Time Difference
My circadian rhythm is still set to East Coast time. Around 8pm at night, I look like the Sleepy dwarf in Snow White. I love having an extra three hours of daylight, which I think about every time I text my mom. But, I must admit that I feel tired all the time now. So, that means I must perform a reset. I am going to go to sleep early tonight and wake early, for at least two days in a row. Someone needs to tell my body that we're not in a John Denver song anymore. 'Country Roads' is far away and I refuse to take melatonin.
I don't have an addictive personality. When I feel myself using something too much, or, even worse, depending on it -- I will see it as the plague, and strategize how I will go without it. Melatonin was becoming a crutch for me in many ways. A few months ago, I had a hard time falling asleep without it. And on top of that, I loved the drowsy feeling. There's nothing like being 5% checked out when your daughters are arguing about setting powder.
Good thing the store is walking distance and not a drive away. When you can drive to something -- it's so darn convenient, that you just might drive to your detriment and not even realize it. For instance, you would go through a drive-through and get a Big Mac with extra sauce and extra lettuce -- my order. But, would you walk to it? Probably not. So, having that buffer space between my sleep aid and our apartment was just what I needed to ween myself off.

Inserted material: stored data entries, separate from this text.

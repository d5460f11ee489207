import { createHash } from 'node:crypto';
import { copyFileSync, existsSync, mkdirSync, readdirSync, readFileSync, statSync, writeFileSync } from 'node:fs';
import path from 'node:path';

const SOURCES = [
  'app',
  'lib',
  'db',
  'public',
  'next.config.mjs',
  'proxy.ts',
  'instrumentation.ts',
  'tsconfig.json',
  '.postcssrc.json',
  'package-lock.json',
];
const PDF_WORKER = 'pdf.worker.min.mjs';

function* filesUnder(root, place) {
  const full = path.join(root, place);
  if (!existsSync(full)) return;
  if (!statSync(full).isDirectory()) yield place;
  else for (const name of readdirSync(full).sort()) yield* filesUnder(root, `${place}/${name}`);
}

/** One hash over everything a build is made from; tests and the copied pdf worker change nothing in it. */
export function treeHash(root) {
  const hash = createHash('sha256');
  for (const source of SOURCES) {
    for (const file of filesUnder(root, source)) {
      if (/\.test\.tsx?$/.test(file) || file === `public/${PDF_WORKER}`) continue;
      const bytes = readFileSync(path.join(root, file));
      hash.update(`${file}\0${bytes.length}\0`).update(bytes);
    }
  }
  return hash.digest('hex');
}

/** The browser loads the PDF reader's worker from our own origin, in the very version that is installed. */
export function copyPdfWorker(root) {
  const from = path.join(root, 'node_modules/pdfjs-dist/build', PDF_WORKER);
  const to = path.join(root, 'public', PDF_WORKER);
  mkdirSync(path.dirname(to), { recursive: true });
  if (!existsSync(to) || !readFileSync(to).equals(readFileSync(from))) copyFileSync(from, to);
}

/** Builds web and worker unless the last build was made from exactly this tree. */
export async function ensureBuild({ root, run, say }) {
  copyPdfWorker(root);
  const stamp = path.join(root, '.next', 'loamline-tree');
  const hash = treeHash(root);
  if (existsSync(stamp) && readFileSync(stamp, 'utf8') === hash) return false;
  say('Building (half a minute the first time) …');
  const env = { ...process.env, NEXT_TELEMETRY_DISABLED: '1', NODE_ENV: 'production' };
  await run('next-build', process.execPath, ['node_modules/next/dist/bin/next', 'build'], { env });
  await run('worker-build', process.execPath, ['fake-services/support/bundleWorker.mjs'], { env });
  writeFileSync(stamp, hash);
  return true;
}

My appetite has adjusted perfectly -- no surprise. My trusty ol' gut is no different than Winnie the Pooh. When you're a foodie, you can fall into a new time zone effortlessly. I am hungry at 9am -- which feels like 6am in my mind. Ordinarily, I would never be hungry at 6am. However, it's like my tummy just knew, "This is when we eat here and that's okay." The food here is delicious.
And there's a place call The Donut Bar that I have been avoiding.
I will try it one of these days. Maybe a reward for going to the gym twice in a day? I get donut-guilt. There's zero health benefit and after it's gone -- I'm still hungry! It's highway robbery. I have all the calories and not even a token of appetite curb in my stomach. I can find the benefit in eating other unhealthy food if I'll at least feel full. But, donuts evaporate and then manifest as cellulite monsters on the places you least expect. I can't. However, for you, dear reader -- I will try one. After all, the reviews, the accolades (which they have posted on their storefront) are worth a bite.
My weakness is brownies. I've never seen a brownie I didn't like. Their chocolatey, decadent, and full of textures that make me woosah instantly. It's filling too. One brownie and a coffee will set me until lunch. Which is why I don't buy them. Life hack: don't buy your favorite junk food anything. Cabinet snacks must be healthy because it's the 'grab and go' food. I paid in full for this lesson, several times in my life. If you want to purchase it and you're out of the house, it's a treat. However, if the food is in your cabinet, it might as well be a crack pipe. Because convenient junk food will call your name in Spanish. Next thing you know, you have crumbs on your mouth, the bag is empty, and you throw away the evidence in a random trashcan outside of the kitchen -- not that I've done this.